== Segment start ==

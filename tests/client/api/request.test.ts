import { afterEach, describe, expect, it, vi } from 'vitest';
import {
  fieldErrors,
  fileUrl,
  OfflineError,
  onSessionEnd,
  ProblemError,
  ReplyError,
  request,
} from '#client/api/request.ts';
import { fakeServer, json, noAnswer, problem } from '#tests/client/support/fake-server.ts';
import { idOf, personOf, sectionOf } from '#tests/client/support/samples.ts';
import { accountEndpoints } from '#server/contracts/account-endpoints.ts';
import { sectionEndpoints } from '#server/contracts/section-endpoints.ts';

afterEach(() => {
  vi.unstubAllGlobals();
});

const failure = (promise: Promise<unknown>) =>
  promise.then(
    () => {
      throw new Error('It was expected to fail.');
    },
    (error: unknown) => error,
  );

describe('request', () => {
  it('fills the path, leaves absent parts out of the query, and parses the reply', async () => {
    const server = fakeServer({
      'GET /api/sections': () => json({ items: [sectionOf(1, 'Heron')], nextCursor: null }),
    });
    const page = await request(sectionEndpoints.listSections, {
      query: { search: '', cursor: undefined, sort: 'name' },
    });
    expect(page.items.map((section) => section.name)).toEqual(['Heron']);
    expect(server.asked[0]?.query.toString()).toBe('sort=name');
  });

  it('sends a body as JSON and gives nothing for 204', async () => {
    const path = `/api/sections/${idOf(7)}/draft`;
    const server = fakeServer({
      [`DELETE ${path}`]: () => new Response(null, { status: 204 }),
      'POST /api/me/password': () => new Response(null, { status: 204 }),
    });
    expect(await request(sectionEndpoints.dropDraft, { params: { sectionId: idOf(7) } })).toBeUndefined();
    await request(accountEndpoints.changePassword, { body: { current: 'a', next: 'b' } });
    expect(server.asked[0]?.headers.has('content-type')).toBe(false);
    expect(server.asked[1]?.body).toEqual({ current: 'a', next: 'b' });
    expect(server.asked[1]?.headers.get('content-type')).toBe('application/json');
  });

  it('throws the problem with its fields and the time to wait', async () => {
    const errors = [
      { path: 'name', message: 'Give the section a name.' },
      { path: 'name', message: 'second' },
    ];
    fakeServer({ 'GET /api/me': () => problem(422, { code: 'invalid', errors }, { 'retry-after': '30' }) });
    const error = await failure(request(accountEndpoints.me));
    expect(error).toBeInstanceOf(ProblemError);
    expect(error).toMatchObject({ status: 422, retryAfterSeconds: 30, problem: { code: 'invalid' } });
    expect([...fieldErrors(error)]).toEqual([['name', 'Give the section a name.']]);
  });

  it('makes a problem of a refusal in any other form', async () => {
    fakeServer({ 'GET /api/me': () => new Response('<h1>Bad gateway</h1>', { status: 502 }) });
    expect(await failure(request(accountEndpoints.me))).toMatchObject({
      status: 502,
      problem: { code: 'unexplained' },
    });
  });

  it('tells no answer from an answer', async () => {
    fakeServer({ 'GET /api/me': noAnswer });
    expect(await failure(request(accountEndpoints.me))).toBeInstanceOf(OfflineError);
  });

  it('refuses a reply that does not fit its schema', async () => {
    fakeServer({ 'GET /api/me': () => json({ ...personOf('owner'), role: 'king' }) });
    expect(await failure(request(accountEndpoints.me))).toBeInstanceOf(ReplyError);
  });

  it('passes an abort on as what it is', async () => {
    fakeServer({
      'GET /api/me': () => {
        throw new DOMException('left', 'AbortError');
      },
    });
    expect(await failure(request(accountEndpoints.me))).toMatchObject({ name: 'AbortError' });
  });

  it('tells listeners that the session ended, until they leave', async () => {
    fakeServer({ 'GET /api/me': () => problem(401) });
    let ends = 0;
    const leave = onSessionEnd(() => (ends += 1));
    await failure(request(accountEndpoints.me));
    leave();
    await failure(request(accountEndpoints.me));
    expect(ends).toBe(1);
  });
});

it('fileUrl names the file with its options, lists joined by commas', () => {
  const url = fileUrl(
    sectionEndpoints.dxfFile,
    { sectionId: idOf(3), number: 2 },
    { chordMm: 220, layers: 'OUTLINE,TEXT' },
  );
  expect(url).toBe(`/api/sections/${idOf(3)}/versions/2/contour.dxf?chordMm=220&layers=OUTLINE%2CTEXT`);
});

== Segment end ==

> **Exercise instructions**: Search the entries for the string "toEqual" and return each line where it turns up.

> **Answer**:
    expect(page.items.map((section) => section.name)).toEqual(['Heron']);
    expect(server.asked[1]?.body).toEqual({ current: 'a', next: 'b' });
    expect([...fieldErrors(error)]).toEqual([['name', 'Give the section a name.']]);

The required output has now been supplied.